WHAT TO WORK ON: Which lines of the records contain the word "water"? Copy each one.

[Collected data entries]
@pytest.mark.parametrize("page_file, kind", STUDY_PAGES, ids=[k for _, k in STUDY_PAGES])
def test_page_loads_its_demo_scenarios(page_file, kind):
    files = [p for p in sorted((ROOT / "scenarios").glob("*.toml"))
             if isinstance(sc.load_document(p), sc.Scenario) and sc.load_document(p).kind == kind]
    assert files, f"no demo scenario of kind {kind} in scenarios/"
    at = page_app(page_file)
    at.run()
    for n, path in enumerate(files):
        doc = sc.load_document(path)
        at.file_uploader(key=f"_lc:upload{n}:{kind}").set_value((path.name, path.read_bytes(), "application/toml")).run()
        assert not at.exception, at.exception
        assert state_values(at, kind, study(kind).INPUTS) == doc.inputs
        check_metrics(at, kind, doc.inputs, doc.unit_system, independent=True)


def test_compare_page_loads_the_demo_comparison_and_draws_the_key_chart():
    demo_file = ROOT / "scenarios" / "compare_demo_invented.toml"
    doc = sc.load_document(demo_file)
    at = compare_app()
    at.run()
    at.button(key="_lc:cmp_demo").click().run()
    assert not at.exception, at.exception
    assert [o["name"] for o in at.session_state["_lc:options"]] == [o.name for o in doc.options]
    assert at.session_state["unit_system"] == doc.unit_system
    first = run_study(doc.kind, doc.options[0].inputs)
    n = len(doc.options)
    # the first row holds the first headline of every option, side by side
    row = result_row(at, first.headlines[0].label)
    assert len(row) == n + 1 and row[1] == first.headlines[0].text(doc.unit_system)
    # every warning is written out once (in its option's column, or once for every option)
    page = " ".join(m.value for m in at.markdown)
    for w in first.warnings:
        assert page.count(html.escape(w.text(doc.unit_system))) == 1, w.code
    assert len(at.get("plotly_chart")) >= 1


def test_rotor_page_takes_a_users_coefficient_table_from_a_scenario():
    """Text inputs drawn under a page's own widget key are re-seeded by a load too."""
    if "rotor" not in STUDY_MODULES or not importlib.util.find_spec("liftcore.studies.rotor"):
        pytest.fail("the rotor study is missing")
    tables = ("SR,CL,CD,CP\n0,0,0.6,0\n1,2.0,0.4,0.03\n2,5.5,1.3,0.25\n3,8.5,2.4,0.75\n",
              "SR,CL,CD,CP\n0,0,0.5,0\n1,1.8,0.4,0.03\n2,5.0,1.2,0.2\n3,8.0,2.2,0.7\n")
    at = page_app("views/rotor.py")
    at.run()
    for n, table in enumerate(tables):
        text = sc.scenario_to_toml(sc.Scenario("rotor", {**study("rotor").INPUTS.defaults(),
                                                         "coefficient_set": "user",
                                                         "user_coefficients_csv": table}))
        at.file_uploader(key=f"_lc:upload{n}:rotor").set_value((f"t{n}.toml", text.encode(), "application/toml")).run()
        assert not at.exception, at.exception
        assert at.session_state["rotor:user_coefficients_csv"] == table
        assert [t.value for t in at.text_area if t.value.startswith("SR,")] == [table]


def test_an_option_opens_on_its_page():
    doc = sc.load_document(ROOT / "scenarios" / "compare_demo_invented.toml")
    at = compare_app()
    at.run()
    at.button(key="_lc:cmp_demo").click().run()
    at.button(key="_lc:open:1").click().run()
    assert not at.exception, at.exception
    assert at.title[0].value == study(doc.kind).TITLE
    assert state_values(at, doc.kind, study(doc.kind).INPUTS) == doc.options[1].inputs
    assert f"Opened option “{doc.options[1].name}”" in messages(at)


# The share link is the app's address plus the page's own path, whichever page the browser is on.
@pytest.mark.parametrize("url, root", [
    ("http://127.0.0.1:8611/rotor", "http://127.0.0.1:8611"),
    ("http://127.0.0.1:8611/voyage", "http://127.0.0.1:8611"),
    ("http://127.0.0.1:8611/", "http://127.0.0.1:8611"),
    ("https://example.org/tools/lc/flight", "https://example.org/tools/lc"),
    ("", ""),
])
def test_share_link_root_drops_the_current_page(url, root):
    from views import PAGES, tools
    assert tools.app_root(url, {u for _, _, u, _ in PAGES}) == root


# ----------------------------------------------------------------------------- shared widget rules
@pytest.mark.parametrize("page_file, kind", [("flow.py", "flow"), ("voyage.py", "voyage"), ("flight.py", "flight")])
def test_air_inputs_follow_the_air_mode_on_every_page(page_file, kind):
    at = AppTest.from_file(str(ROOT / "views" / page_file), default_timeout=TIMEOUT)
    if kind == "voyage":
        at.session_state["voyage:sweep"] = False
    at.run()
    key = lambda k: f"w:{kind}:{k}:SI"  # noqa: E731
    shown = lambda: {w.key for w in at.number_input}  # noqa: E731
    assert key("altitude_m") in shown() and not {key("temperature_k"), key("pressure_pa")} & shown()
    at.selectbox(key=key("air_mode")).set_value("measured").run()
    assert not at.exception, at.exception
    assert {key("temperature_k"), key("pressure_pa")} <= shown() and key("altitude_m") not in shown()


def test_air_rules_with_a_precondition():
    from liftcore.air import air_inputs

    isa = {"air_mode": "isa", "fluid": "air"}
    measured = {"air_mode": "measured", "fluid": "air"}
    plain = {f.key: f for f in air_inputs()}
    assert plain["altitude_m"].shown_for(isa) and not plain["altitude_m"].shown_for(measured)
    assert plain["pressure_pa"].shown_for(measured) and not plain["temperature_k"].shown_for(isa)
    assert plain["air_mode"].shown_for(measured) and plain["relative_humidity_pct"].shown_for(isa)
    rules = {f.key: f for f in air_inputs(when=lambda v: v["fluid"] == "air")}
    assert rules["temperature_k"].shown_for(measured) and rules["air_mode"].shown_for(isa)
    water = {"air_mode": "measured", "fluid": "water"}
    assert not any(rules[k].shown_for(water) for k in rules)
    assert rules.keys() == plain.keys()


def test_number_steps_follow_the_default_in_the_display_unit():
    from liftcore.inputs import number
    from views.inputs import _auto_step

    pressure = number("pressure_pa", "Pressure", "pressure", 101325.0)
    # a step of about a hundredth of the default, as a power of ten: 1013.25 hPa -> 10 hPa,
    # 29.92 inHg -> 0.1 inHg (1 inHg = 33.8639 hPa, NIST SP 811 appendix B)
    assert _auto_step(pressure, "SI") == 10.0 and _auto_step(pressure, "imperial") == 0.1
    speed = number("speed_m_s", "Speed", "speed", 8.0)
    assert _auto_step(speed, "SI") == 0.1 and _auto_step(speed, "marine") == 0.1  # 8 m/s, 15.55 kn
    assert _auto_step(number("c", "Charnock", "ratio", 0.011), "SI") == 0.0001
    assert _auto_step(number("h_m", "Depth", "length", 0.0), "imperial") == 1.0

OUTPUT OF THE TASK:
    water = {"air_mode": "measured", "fluid": "water"}
    assert not any(rules[k].shown_for(water) for k in rules)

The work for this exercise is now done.